def speech(n: int, rate: int, rng: np.random.Generator) -> np.ndarray:
    """Speech-like: band-limited glottal pulses (windowed-sinc impulses at fractional positions) through three formant
    resonators that move per syllable, syllable envelopes with pauses, fricative noise bursts up to Nyquist."""
    voiced = np.zeros(n + 64)
    half = 16
    taps = np.arange(-half, half + 1)
    t = 0.0
    f0_base = rng.uniform(95, 210)
    while t < n - 40:
        f0 = f0_base * (1 + 0.15 * math.sin(2 * math.pi * 0.7 * t / rate) + 0.02 * rng.standard_normal())
        i, frac = int(t), t - int(t)
        k = np.sinc(0.92 * (taps - frac)) * 0.92 * np.hanning(2 * half + 3)[1:-1]
        voiced[i + 16: i + 16 + 2 * half + 1] += k
        t += rate / f0
    voiced = voiced[16:16 + n]
    voiced = signal.lfilter([1.0], [1.0, -0.95], voiced)          # glottal roll-off
    out = np.zeros(n)
    pos = 0
    fric_sos = signal.butter(4, min(3500, 0.2 * rate) / (rate / 2), "highpass", output="sos")
    while pos < n:
        ln = int(min(n - pos, rate * rng.uniform(0.12, 0.35)))
        seg = voiced[pos:pos + ln].copy()
        y = np.zeros(ln)
        for fc, bw in ((rng.uniform(300, 850), 80), (rng.uniform(900, 2300), 120), (rng.uniform(2400, 3400), 180)):
            fc = min(fc, 0.45 * rate)
            r = math.exp(-math.pi * bw / rate)
            y += signal.lfilter([1 - r], [1, -2 * r * math.cos(2 * math.pi * fc / rate), r * r], seg)
        env = np.sin(np.linspace(0, np.pi, ln)) ** 0.6
        out[pos:pos + ln] += y * env
        if rng.random() < 0.35:                                    # fricative after the syllable
            fl = int(min(n - pos - ln, rate * rng.uniform(0.05, 0.15)))
            if fl > 32:
                out[pos + ln:pos + ln + fl] += 0.3 * signal.sosfilt(fric_sos, rng.standard_normal(fl)) * np.hanning(fl)
        pos += ln + int(rate * (rng.uniform(0.02, 0.1) if rng.random() < 0.8 else rng.uniform(0.2, 0.5)))
    # faint room noise to Nyquist
    return out / (np.std(out) + 1e-12) + 10 ** (-55 / 20) * noise_bed(n, rate, rng, -1.0)


def sparse(n: int, rate: int, rng: np.random.Generator, floor_db: float | None) -> np.ndarray:
    """Plucks (bright partials + a short noise transient) between silences; floor_db None = digital silence."""
    out = np.zeros(n)
    pos = int(rate * rng.uniform(0.1, 0.4))
    while pos < n - rate * 0.1:
        ln = int(min(n - pos, rate * rng.uniform(0.3, 0.8)))
        p = notes(ln, rate, rng, 1, 150, 900, 24, 0.8)
        tr = rng.standard_normal(min(ln, int(0.004 * rate))) * 0.5
        p[:tr.size] += tr
        out[pos:pos + ln] += p * np.hanning(2 * ln)[ln:] if rng.random() < 0.5 else p
        pos += ln + int(rate * rng.uniform(0.4, 1.2))
    if floor_db is not None:
        out += 10 ** (floor_db / 20) * np.std(out) * rng.standard_normal(n)
    return out


def material(kind: str, n: int, rate: int, channels: int, rng: np.random.Generator) -> np.ndarray:
    """(n, channels) material made at ``rate``: mix, speech, sparse, noise or tonal."""
    if kind == "speech":
        mono = speech(n, rate, rng)
        chans = [mono * g for g in (1.0, 0.95, 0.85, 0.2, 0.3, 0.3)[:channels]] if channels > 1 else [mono]
        x = np.stack(chans, axis=1)
        for c in range(channels):
            x[:, c] += 10 ** (-50 / 20) * noise_bed(n, rate, rng, -1.0)
    elif kind == "sparse":
        floor = None if rng.random() < 0.4 else float(rng.uniform(-70, -50))
        x = np.stack([sparse(n, rate, rng, floor) for _ in range(channels)], axis=1)
    elif kind == "noise":
        x = np.stack([noise_bed(n, rate, rng, rng.uniform(-3, 0)) for _ in range(channels)], axis=1)
    elif kind == "tonal":
        tone = notes(n, rate, rng, int(rng.integers(2, 4)), 300, 1500, 48, 0.6, to_nyquist=True)
        x = np.stack([tone * rng.uniform(0.7, 1.0) + 0.02 * np.std(tone) * noise_bed(n, rate, rng, -1.0)
                      for _ in range(channels)], axis=1)
    else:   # mix
        tone = notes(n, rate, rng, int(rng.integers(3, 6)), 70, 1200, 16, 1.0)
        tone /= np.std(tone) + 1e-12
        cym = bursts(n, rate, rng)
        cym /= np.std(cym) + 1e-12
        x = np.zeros((n, channels))
        for c in range(channels):
            pan = rng.uniform(0.4, 1.0)
            bed = noise_bed(n, rate, rng, rng.uniform(-3.0, -1.0))
            x[:, c] = pan * tone + 0.25 * cym * rng.uniform(0.5, 1) + 0.3 * bed / (np.std(bed) + 1e-12)
    if channels == 6:
        sos = signal.butter(4, 120 / (rate / 2), output="sos")
        x[:, LFE_INDEX] = signal.sosfilt(sos, x[:, :3].sum(axis=1))
    return x


# ------------------------------------------------------------------------------------------------------------
# tools
# ------------------------------------------------------------------------------------------------------------

def _run(cmd: list[str], data: bytes | None = None) -> bytes:
    p = subprocess.run(cmd, input=data, capture_output=True)
    if p.returncode != 0:
        raise RuntimeError(f"{' '.join(cmd)} failed: {p.stderr.decode(errors='replace')[-400:]}")
    return p.stdout


def sox_effect(x: np.ndarray, rate: int, out_rate: int, effect: list[str]) -> np.ndarray:
    """Run x (frames, channels) through ``sox`` with the given effect chain; float64 raw in and out."""
    raw = ["-t", "raw", "-e", "floating-point", "-b", "64", "-c", str(x.shape[1])]
    g = 0.25 / max(float(np.max(np.abs(x))), 1e-12)      # sox works in 32-bit integers: keep far from clipping
    out = _run([SOX, "-D", "-R", "-V1", *raw, "-r", str(rate), "-", *raw, "-r", str(out_rate), "-", *effect],
               np.ascontiguousarray(x * g, dtype="<f8").tobytes())
    return np.frombuffer(out, dtype="<f8").reshape(-1, x.shape[1]) / g


def ffmpeg_aresample(x: np.ndarray, rate: int, out_rate: int, opts: dict) -> np.ndarray:
    af = f"aresample={out_rate}" + "".join(f":{k}={v}" for k, v in opts.items())
    cmd = [FFMPEG, "-nostdin", "-v", "error", "-f", "f64le", "-ar", str(rate), "-ac", str(x.shape[1]), "-i", "pipe:0",
           "-af", af, "-c:a", "pcm_f64le", "-f", "f64le", "pipe:1"]
    g = 0.25 / max(float(np.max(np.abs(x))), 1e-12)
    out = _run(cmd, np.ascontiguousarray(x * g, dtype="<f8").tobytes())
    return np.frombuffer(out, dtype="<f8").reshape(-1, x.shape[1]) / g


# codec: (encoder args, container, extension)
CODECS = {
    "mp2": (["-c:a", "mp2"], "mp2"),
    "twolame": (["-c:a", "libtwolame"], "mp2"),
    "ac3": (["-c:a", "ac3"], "ac3"),
    "eac3": (["-c:a", "eac3"], "eac3"),
    "aac": (["-c:a", "aac"], "adts"),
    "vorbis": (["-c:a", "libvorbis"], "ogg"),
    "wmav2": (["-c:a", "wmav2"], "asf"),
    "opus": (["-c:a", "libopus"], "ogg"),
    "g722": (["-c:a", "g722"], "wav"),
    "gsm": (["-c:a", "libgsm"], "gsm"),
    "speex": (["-c:a", "libspeex"], "ogg"),
    "nellymoser": (["-c:a", "nellymoser"], "flv"),
}


def ffmpeg_codec(x: np.ndarray, rate: int, codec: str, args: list[str]) -> np.ndarray:
    """Encode x at ``rate`` with ffmpeg, decode back to float at the same rate; aligned by cross-correlation."""
    enc, fmt = CODECS[codec]
    with tempfile.TemporaryDirectory(prefix="cvc-") as tmp:
        path = os.path.join(tmp, "coded.bin")
        _run([FFMPEG, "-nostdin", "-v", "error", "-y", "-f", "f64le", "-ar", str(rate), "-ac", str(x.shape[1]),
              "-i", "pipe:0", *enc, *args, "-f", fmt, path], np.ascontiguousarray(x, dtype="<f8").tobytes())
        demux = ["-f", "gsm", "-ar", str(rate)] if fmt == "gsm" else []       # raw GSM carries no header
        out = _run([FFMPEG, "-nostdin", "-v", "error", *demux, "-i", path, "-ar", str(rate), "-ac", str(x.shape[1]),
                    "-c:a", "pcm_f64le", "-f", "f64le", "pipe:1"])
    y = np.frombuffer(out, dtype="<f8").reshape(-1, x.shape[1]).copy()
    return _fit(_align(x, y), x.shape[0])


def _align(x: np.ndarray, y: np.ndarray, max_lag: int = 8192) -> np.ndarray:
    """Drop y's leading delay (codec priming) found by cross-correlating the channel sums."""
    a, b = x.sum(axis=1), y.sum(axis=1)
    m = min(a.size, b.size, 1 << 17)
    c = signal.fftconvolve(b[:m + max_lag], a[:m][::-1], mode="full")[m - 1:m - 1 + max_lag]
    lag = int(np.argmax(np.abs(c))) if c.size else 0
    return y[lag:]


def resampy_conv(x: np.ndarray, rate: int, out_rate: int, filt: str, **kw) -> np.ndarray:
    import resampy
    y = resampy.resample(np.ascontiguousarray(x.T), rate, out_rate, axis=-1, filter=filt, **kw).T
    return _fit(y, int(round(x.shape[0] * out_rate / rate)))


def pb_quality(name: str):
    import pedalboard
    return getattr(pedalboard.Resample.Quality, name)


def pedalboard_stream(x: np.ndarray, rate: int, out_rate: int, quality: str) -> np.ndarray:
    """pedalboard.io.StreamResampler, one way; its reported latency is removed."""
    import pedalboard.io as pio
    r = pio.StreamResampler(rate, out_rate, x.shape[1], pb_quality(quality))
    a = r.process(np.ascontiguousarray(x.T, dtype=np.float32))
    b = r.process()
    y = np.concatenate([a, b], axis=1).T.astype(np.float64)
    lat = int(round(r.input_latency * out_rate / rate))
    return _fit(y[lat:], int(round(x.shape[0] * out_rate / rate)))


def pedalboard_roundtrip(x: np.ndarray, rate: int, low_rate: int, quality: str) -> np.ndarray:
    """pedalboard's Resample effect: to low_rate and back to rate, one call."""
    import pedalboard
    fx = pedalboard.Resample(target_sample_rate=float(low_rate), quality=pb_quality(quality))
    y = fx(np.ascontiguousarray(x.T, dtype=np.float32), float(rate)).T.astype(np.float64)
    return _fit(y, x.shape[0])


def up_proper(x: np.ndarray, rate: int, out_rate: int, chain: dict) -> np.ndarray:
    """One proper (or deliberately weak) up-conversion chain described by ``chain``."""
    t = chain["tool"]
    n_out = int(round(x.shape[0] * out_rate / rate))
    if t == "resampy":
        return resampy_conv(x, rate, out_rate, chain["filter"])
    if t == "resampy-short":
        win = signal.windows.boxcar if chain["window"] == "boxcar" else signal.windows.hann
        return resampy_conv(x, rate, out_rate, "sinc_window", num_zeros=chain["zeros"], window=win,
                            rolloff=chain["rolloff"], precision=9)
    if t == "sox":
        return _fit(sox_effect(x, rate, out_rate, ["rate", *chain["opts"], str(out_rate)]), n_out)
    if t == "sox-upsample":
        eff = ["upsample", str(out_rate // rate)]
        if chain.get("biquad"):
            eff += ["lowpass", "-2", str(int(chain["biquad"]))]
        y = sox_effect(x, rate, out_rate, eff)
        return _fit(y * (out_rate // rate if chain.get("gain", True) else 1), n_out)
    if t == "ffmpeg":
        return _fit(ffmpeg_aresample(x, rate, out_rate, chain["opts"]), n_out)
    if t == "pb-stream":
        return pedalboard_stream(x, rate, out_rate, chain["quality"])
    raise ValueError(f"unknown chain {chain!r}")


# ------------------------------------------------------------------------------------------------------------
# naive oscillators and their band-limited twins
# ------------------------------------------------------------------------------------------------------------

def _voice_plan(n: int, rate: int, rng: np.random.Generator, voices: int, f0_lo: float, f0_hi: float) -> list[dict]:
    plan = []
    for _ in range(voices):
        pos = int(rng.integers(0, max(1, n // 8)))
        while pos < n - rate * 0.1:
            ln = int(min(n - pos, rate * rng.uniform(0.5, 1.8)))
            plan.append(dict(pos=pos, ln=ln, f0=float(np.exp(rng.uniform(np.log(f0_lo), np.log(f0_hi)))),
                             vib_hz=float(rng.uniform(4.5, 6.5)), vib=float(rng.uniform(0.003, 0.012)),
                             att=float(rng.uniform(0.005, 0.05)), dec=float(rng.uniform(0.4, 2.0)),
                             sus=float(rng.uniform(0.3, 0.8)), ph0=float(rng.uniform(0, 1)),
                             lfo_hz=float(rng.uniform(0.3, 2.0)), width=float(rng.uniform(0.15, 0.45)),
                             ratio=float(rng.uniform(1.3, 3.7)), index=float(rng.uniform(2.0, 7.0)),
                             ring_hz=float(rng.uniform(300, 3000))))
            pos += int(ln * rng.uniform(0.5, 1.0))
    return plan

==============================

About this exercise: If a line in the data holds the word "raise", count it, then state the total alone.

Solution to this task: 2